The production costs of shale gas have laden the extractive sector with heavy debt, amid falling prices

ExxonMobil chief Rex Tillerson wasn’t exaggerating in June 2012 when he said “we are all losing our shirts” on US natural gas. Today, the gas glut resulting from over-supply has left shale gas investors saddled with debt and eager to export US reserves in a bid to stem the flow of red on their balance sheets.

The very nature of shale gas formations – variable geologies spread over a large area, in which the gas resource is diffuse and difficult to produce – means operators must continually sink new wells in order to sustain output. This is an incredibly costly exercise, particularly when gas prices are rock bottom. 

The reality is that generally only a core 10-15% of a shale formation’s gas (the “sweet spot”) is commercially viable. The poor economics of shale gas are compounded by high decline rates in shale gas wells, which pay out half their total lifetime production in the first year.

As Houston-based equity options trader Richard Finger notes, when you add mineral royalties, taxes, operational expenses and gas preparation costs onto the average well’s $10m price tag, at wholesale gas prices below $3 per thousand cubic feet, the well operates at a loss. And that assumes average production of 6bn cubic feet per well. In January 2013, gas prices continued to hover in the $3 range.

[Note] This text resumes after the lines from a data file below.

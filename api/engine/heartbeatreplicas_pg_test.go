package engine_test

import (
	"context"
	"sync"
	"testing"
	"time"

	"github.com/deadspace-fhir/deadspace/api/engine"
	"github.com/deadspace-fhir/deadspace/api/store/pgstore/pgtest"
	"github.com/deadspace-fhir/deadspace/fhir/fhirtest/fakefhir"
	"github.com/deadspace-fhir/deadspace/fhir/notify"
)

// Two replicas on one PostgreSQL database behind one webhook address: the
// subscription's notifications (a heartbeat every 100 ms, counting no new
// events) all reach replica A, as a sticky load balancer sends them. The
// subscription is not silent, so no catch-up is triggered by a missed
// heartbeat. Replica B received nothing since it started, and today counts
// that as a silence of its own: it asks for a heartbeat-missed catch-up
// every half timeout for as long as it runs, and the lease holder searches
// the server each time, although the subscription speaks all along.
func TestHeartbeatsToOneReplicaAreNoSilenceOfTheOther(t *testing.T) {
	f := fakefhir.Start(t)
	dbURL := pgtest.NewDatabase(t)
	var mu sync.Mutex
	triggers := map[string]int{}
	tweak := func(c *engine.Config) {
		c.PollInterval = 0
		c.HeartbeatTimeout = 400 * time.Millisecond
		c.Hooks.CatchUp = func(trigger string) {
			mu.Lock()
			triggers[trigger]++
			mu.Unlock()
		}
	}
	a := startPGReplica(t, dbURL, f.BaseURL, "replica-a", tweak)
	startPGReplica(t, dbURL, f.BaseURL, "replica-b", tweak)
	hb := notify.Notification{Subscription: "Subscription/s1", Type: notify.TypeHeartbeat, HasEventsSinceStart: true, EventsSinceStart: 0}
	end := time.Now().Add(3 * time.Second)
	for time.Now().Before(end) {
		if err := a.eng.Notified(context.Background(), hb); err != nil {
			t.Fatal(err)
		}
		time.Sleep(100 * time.Millisecond)
	}
	mu.Lock()
	defer mu.Unlock()
	if n := triggers["heartbeat-missed"]; n != 0 {
		t.Errorf("%d heartbeat-missed catch-ups (all triggers: %v) while the subscription sent a heartbeat every 100 ms with a timeout of 400 ms; want none", n, triggers)
	}
}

“Right now, the price is absolutely not commercially viable,” says energy analyst Arthur Berman, adding that the breakeven price is more like $6/mcf. He says the only way shale gas will be viable is if technologies advance sufficiently that operators can accurately identify the sweet spots in reserves, if well-completion costs erode, or if gas prices rise significantly.

In September 2012, troubled shale gas high roller Chesapeake Energy divested the majority of its west Texas shale assets at a discount to cash-rich oil majors Chevron and Shell. Exxon meanwhile has struggled with its 2010 $41bn acquisition of fellow energy producer XTO.

The export option

However, with liquefied natural gas (LNG) cargoes currently selling in Asia for four times the US benchmark gas price, operators are vying for export licences. If the US department of energy grants them, the country could export roughly 30bn cubic feet of gas per day.

Industry lobbyists the Marcellus Shale Coalition and the American Petroleum Institute are leaning on the Department of Energy to ramp up LNG exports. In January, both Marcellus Shale Coalition chief executive Kathryn Klaber and API chief economist John Felmy urged the government to approve pending applications for natural gas exports promptly.

Even so, Berman downplays the export option as a “fallacy”. He says proponents of LNG exports have “ignored the cost and time it takes to build the liquefaction facilities, have assumed the world market is static, and have failed to account for competition from Australia and Papua New Guinea” – which have considerable resource and geographical advantages.

He also warns of “a negative impact on US companies and consumers”. Dow Chemical, which has benefited enormously from the shale boom in terms of investment in chemicals and manufacturing, is already leading a new coalition, America’s Energy Advantage, to campaign against LNG exports.

So the future for shale gas is not clear, and it is perhaps not the magic energy answer many were hoping it would be.